IL MATRIMONIO MAROCCHINO – Una volta abbracciata la religione mussulmana, dopo la benedizione del qadì, ottenuta dopo un rito avvenuto in moschea e, dopo aver versato duemila dollari alla famiglia marocchina (una sorta di buonuscita per la figlia!), era possibile sposarsi. Capitava che, nella montagna di lavoratori (italiani, portoghesi, spagnoli, ecc.) impiegati nella costruzione della centrale termoelettrica, qualcuno perdesse la testa per qualche bella marocchina e andava a sposarsi a Gibilterra. Era la città occidentale più vicina dove il contratto matrimoniale veniva riconosciuto anche in Italia. Le motivazioni femminili per un tale passo – si scoprì poi – non erano tanto l’amore, ma il fatto di ottenere il passaporto e andare a Parigi! (un po’ come succede oggi in Italia per i migranti).
L’unico collega ‘single’ – che faceva parte del gruppo – si era mosso con uno stile diverso.
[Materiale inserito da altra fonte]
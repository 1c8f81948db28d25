"""Climate archetypes generated from monthly normals."""

import math

import numpy as np
import pandas as pd
import pytest

from planner.climate import archetypes, load_climate
from planner.climate.solar import clear_sky_ghi, solar_geometry
from planner.errors import InputError

NAMES = archetypes.names()
KINDS = {"hot-desert", "tropical-humid", "mediterranean", "temperate-maritime",
         "humid-continental", "alpine", "subarctic-continental", "polar-coast"}


def test_the_eight_kinds_of_place_are_bundled():
    assert KINDS <= set(NAMES)


@pytest.mark.parametrize("name", sorted(KINDS))
def test_monthly_means_of_daily_extremes_reproduce_the_normals(name):
    # The generated monthly means of daily max and min reproduce the
    # input normals (the archetype file's values) within 0.3 K.
    definition = archetypes._definitions()[name]
    year = load_climate(name)
    days = pd.Series(year.temp_air_c, index=year.times().tz_localize(None))
    daily = days.resample("D").agg(["max", "min"])          # pandas, independent of the code
    monthly = daily.groupby(daily.index.month).mean()
    np.testing.assert_allclose(monthly["max"].to_numpy(), definition["tmax_c"], atol=0.3)
    np.testing.assert_allclose(monthly["min"].to_numpy(), definition["tmin_c"], atol=0.3)


def test_generation_is_deterministic():
    definition = archetypes._definitions()["alpine"]
    kwargs = dict(name="x", source="x", latitude_deg=46.5, longitude_deg=9.8, altitude_m=2000.0,
                  utc_offset_h=1.0, tmax_c=definition["tmax_c"], tmin_c=definition["tmin_c"],
                  clearness_frac=definition["clearness_frac"], seed=7)
    a = archetypes.generate_year(**kwargs)
    b = archetypes.generate_year(**kwargs)
    np.testing.assert_array_equal(a.temp_air_c, b.temp_air_c)
    np.testing.assert_array_equal(a.ghi_w_m2, b.ghi_w_m2)
    c = archetypes.generate_year(**{**kwargs, "seed": 8})
    assert not np.array_equal(a.temp_air_c, c.temp_air_c)


def test_mean_preserving_daily_is_smooth_and_exact():
    monthly = np.array([-10, -8, -2, 5, 11, 16, 18, 17, 12, 6, -1, -7], float)
    daily = archetypes.mean_preserving_daily(monthly)
    means = pd.Series(daily, index=pd.date_range("2023-01-01", periods=365)).groupby(
        lambda t: t.month).mean().to_numpy()
    np.testing.assert_allclose(means, monthly, atol=1e-4)
    # No step at month boundaries: day-to-day change stays below the largest
    # month-to-month change divided by the shortest month (28 days), times 2.
    assert np.max(np.abs(np.diff(np.r_[daily, daily[0]]))) < 2 * 7 / 28


def test_day_to_day_variability_present():
    year = load_climate("humid-continental")
    daily_mean = year.temp_air_c.reshape(365, 24).mean(axis=1)
    # Day-to-day changes of daily mean temperature in a continental winter are several
    # kelvin (common practice); a smooth curve alone would change < 0.3 K per day.
    assert np.std(np.diff(daily_mean[:59])) > 1.0


def test_parton_logan_shape():
    # Parton & Logan 1981: maximum at solar noon + a (a = 1.86 h) for the day curve
    # T = Tmin + (Tmax - Tmin) sin(pi m / (Y + 2a)), m measured from sunrise + c; the
    # minimum at sunrise + c. Equinox-like day length 12 h, one constant day repeated.
    ones = np.ones(365)
    hourly = archetypes.parton_logan_hourly(20 * ones, 10 * ones, 12 * ones, 0 * ones)
    day = hourly[24 * 100:24 * 101]
    peak_mid_hour = np.argmax(day) + 0.5
    a, c = 1.86, -0.17
    assert abs(peak_mid_hour - (12 + a + c)) <= 0.5
    assert day.max() <= 20 + 1e-9 and day.min() >= 10 - 1e-9
    # At sunrise (06:00) + c the curve passes through Tmin: the 05:30 and 06:30 hours
    # bracket it closely (within 0.6 K for a 10 K range).
    assert min(day[5], day[6]) - 10 < 0.6


def test_day_length_equinox_and_solstice():
    # Day length is 12 h everywhere at the equinox and 24 h north of the Arctic circle
    # at the June solstice (astronomy: sunset hour angle, Cooper 1969 declination).
    assert archetypes.day_length_h(45.0, np.array([81]))[0] == pytest.approx(12.0, abs=0.1)
    assert archetypes.day_length_h(70.0, np.array([172]))[0] == pytest.approx(24.0)
    # 45 N at the June solstice: 2 arccos(-tan 45 tan 23.45) / 15 = 15.43 h (computed).
    expected = 2 * math.degrees(math.acos(-math.tan(math.radians(45)) *
                                          math.tan(math.radians(23.45)))) / 15
    assert archetypes.day_length_h(45.0, np.array([172]))[0] == pytest.approx(expected, abs=0.02)


@pytest.mark.parametrize("name", ["hot-desert", "temperate-maritime", "polar-coast"])
def test_irradiance_follows_clearness_and_closes(name):
    definition = archetypes._definitions()[name]
    year = load_climate(name)
    sky = clear_sky_ghi(year.latitude_deg, year.longitude_deg, year.altitude_m, year.utc_offset_h)
    month = year.times().month.to_numpy()
    ratio = np.array([year.ghi_w_m2[month == m].sum() / max(sky["ghi"].to_numpy()[month == m].sum(), 1e-9)
                      for m in range(1, 13)])
    lit = np.array([sky["ghi"].to_numpy()[month == m].sum() > 1000 for m in range(1, 13)])
    # Monthly GHI / clear-sky GHI equals the file's clearness (definition of the input),
    # within 0.06 for the daily variability and its clipping at clear sky.
    np.testing.assert_allclose(ratio[lit], definition["clearness_frac"][lit], atol=0.06)
    # GHI = DNI cos(zenith) + DHI (definition; Erbs et al. 1982 split keeps it).
    zen = solar_geometry(year.latitude_deg, year.longitude_deg, year.altitude_m,
                         year.utc_offset_h)["zenith"].to_numpy()
    day = zen < 80
    np.testing.assert_allclose(year.dni_w_m2[day] * np.cos(np.radians(zen[day])) + year.dhi_w_m2[day],
                               year.ghi_w_m2[day], rtol=1e-6, atol=1e-6)
    assert np.all(year.ghi_w_m2[zen > 91] == 0)   # no sun below the horizon


def test_polar_night_has_no_sun():
    year = load_climate("polar-coast")
    # At 71.3 N the sun stays below the horizon from late November to mid January
    # (astronomy: latitude above 66.6 + refraction); December GHI is essentially 0.
    december = year.ghi_w_m2[year.times().month == 12]
    assert december.max() < 5.0


def test_bad_definition_is_input_error():
    with pytest.raises(InputError, match="expected 12"):
        archetypes.read_definition(
            'name="x"\ndescription="x"\nsource="x"\nlatitude_deg=1\nlongitude_deg=1\n'
            'altitude_m=1\nutc_offset_h=0\nwind_speed_m_s=1\nday_to_day_sd_k=1\nseed=1\n'
            'tmax_c=[1,2]\ntmin_c=[0,1]\nclearness_frac=[0.5,0.5]\n', "bad.toml")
Per attenuare la fatica del lavoro e superare la solitudine che lo attanagliava nelle notti insonni, cercava giovani marocchine, se le portava a casa (che condivideva con altri) e, dopo averle fatte visitare ci faceva l’amore. Per qualche settimana e poi le scaricava con una mancia e ne cercava altre. Un comportamento normalissimo in quel contesto, che non dava adito ad alcun pettegolezzo nella comunità italiana.
Le altre due coppie convenzionali vivevano in simbiosi il tempo libero: fritti misti favolosi di aragoste, gambaretti, sogliole accompagnavano le serate nelle quali si parlava di tutto, anche dei vantaggi della ‘spirale’, ma la lontananza dalla madrepatria si sentiva. Telefonare in Italia costava moltissimo e l’unico modo per sentire le news era quello di sintonizzarsi sulle radio che però non trasmettevano in italiano. Chi scrive si dilettava, come ora, a scrivere lettere e a cercare di accaparrarsi qualche ‘Corriere’ del giorno dopo (stampato su carta più leggera) al ‘Meridien’, l’unico hotel a cinque stelle di Mohammedia. Intanto, i figli si erano iscritti alla scuola italiana di Casablanca e arrivò il primo giorno di scuola alla prima elementare, che iniziò con un fiorellino sulla prima pagina del quaderno.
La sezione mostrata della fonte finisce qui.